- Date: 10–16 October
- Edition: 16th (men) / 10th (women)
- Location: Moscow, Russia
- Venue: Olympic Stadium

Champions

Men's singles
- Igor Andreev

Women's singles
- Mary Pierce

Men's doubles
- Max Mirnyi / Mikhail Youzhny

Women's doubles
- Lisa Raymond / Samantha Stosur
| Kremlin Cup |

= 2005 Kremlin Cup =

The 2006 Kremlin Cup was a tennis tournament played on indoor carpet courts. It was the 16th edition of the Kremlin Cup, and was part of the International Series of the 2005 ATP Tour, and of the Tier I Series of the 2005 WTA Tour. It took place at the Olympic Stadium in Moscow, Russia, from 10 October through 16 October 2005.

==Finals==

===Men's singles===

RUS Igor Andreev defeated GER Nicolas Kiefer, 5–7, 7–6^{(7–3)}, 6–2
- It was Igor Andreev's 3rd title of the year, and his 3rd overall.

===Women's singles===

FRA Mary Pierce defeated ITA Francesca Schiavone, 6–4, 6–3
- It was Mary Pierce's 2nd title of the year, and her 18th and final career title overall. It was her 2nd Tier I title of the year and her 5th overall.

===Men's doubles===

BLR Max Mirnyi / RUS Mikhail Youzhny defeated RUS Igor Andreev / RUS Nikolay Davydenko, 5–1, 5–1
- It was Mirnyi's 5th title of the year and the 25th of his career.

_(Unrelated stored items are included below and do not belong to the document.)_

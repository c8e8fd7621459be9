"""Convergence order of the fixed-step integrators, measured on a pendulum.

Reference solution: scipy.integrate.solve_ivp (DOP853, rtol = atol = 1e-12). The error of a method of order p
falls like h^p (Hairer, Norsett, Wanner, Solving ODEs I, 1993, Sec. II.3, Theorem 3.4), so the slope of
log(error) over log(h) is p.
"""

from __future__ import annotations

import numpy as np
import pytest
from numpy.testing import assert_allclose
from scipy.integrate import solve_ivp

from shadow.errors import ShapeError
from simulators.integrators import Method, integrate, lag_factor

OMEGA2 = 9.80665 / 0.8  # g / L of a 0.8 m pendulum [1/s^2]


def pendulum(t: float, q: np.ndarray, v: np.ndarray) -> np.ndarray:
    """theta'' = -(g/L) sin(theta) - c theta' + a sin(3 t): damped and driven, so nothing cancels by symmetry."""
    return -OMEGA2 * np.sin(q) - 0.3 * v + 2.0 * np.sin(3.0 * t)


def reference(q0: np.ndarray, v0: np.ndarray, t_end: float) -> np.ndarray:
    out = []
    for a, b in zip(q0, v0, strict=True):
        sol = solve_ivp(
            lambda t, y: [y[1], pendulum(t, np.array(y[0]), np.array(y[1]))],
            (0.0, t_end),
            [a, b],
            method="DOP853",
            rtol=1e-12,
            atol=1e-12,
        )
        out.append(sol.y[:, -1])
    return np.array(out)


@pytest.mark.parametrize("method", [Method.RK4, Method.HEUN, Method.SYMPLECTIC])
def test_error_falls_at_stated_order(method):
    q0 = np.array([[1.2], [-0.5], [2.5]])  # three amplitudes side by side in one batch
    v0 = np.array([[0.0], [1.0], [-0.3]])
    t_end = 2.0
    ref = reference(q0[:, 0], v0[:, 0], t_end)
    steps = np.array([0.04, 0.02, 0.01, 0.005])
    errors = []
    for h in steps:
        qs, vs = integrate(pendulum, q0, v0, t0_s=0.0, step_s=h, n_steps=round(t_end / h), method=method)
        errors.append(np.max(np.abs(np.concatenate([qs[-1], vs[-1]], axis=1) - ref)))
    slope = np.polyfit(np.log(steps), np.log(errors), 1)[0]
    assert abs(slope - method.order) < 0.25, (slope, errors)


def test_rk4_is_accurate_at_fine_step():
    q0, v0 = np.array([[1.0]]), np.array([[0.0]])
    qs, vs = integrate(pendulum, q0, v0, t0_s=0.0, step_s=1e-3, n_steps=2000)
    assert_allclose(np.concatenate([qs[-1], vs[-1]], axis=1), reference(q0[:, 0], v0[:, 0], 2.0), rtol=0, atol=1e-10)


def test_lag_factor_is_exact_step_response():
    # first-order lag step response y(t) = 1 - exp(-t/T) (Franklin-Powell-Workman 1998, eq. 4.59):
    # ten exact steps of h reproduce one step of 10 h
    alpha = lag_factor(0.01, 1e-3)
    y = 0.0
    for _ in range(10):
        y = 1.0 + (y - 1.0) * alpha
    assert_allclose(y, 1.0 - np.exp(-1.0), rtol=1e-14)


def test_integrate_rejects_mismatched_shapes():
    with pytest.raises(ShapeError, match="q0, v0: expected equal shapes"):
        integrate(pendulum, np.zeros((2, 1)), np.zeros((3, 1)), t0_s=0.0, step_s=0.1, n_steps=1)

It was Youzhny's 1st title of the year and the 1st of his career.

===Women's doubles===

USA Lisa Raymond / AUS Samantha Stosur defeated ZIM Cara Black / AUS Rennae Stubbs, 6–2, 6–4
- It was Raymond's 5th title of the year and the 49th of his career. It was Stosur's 6th title of the year and the 6th of his career.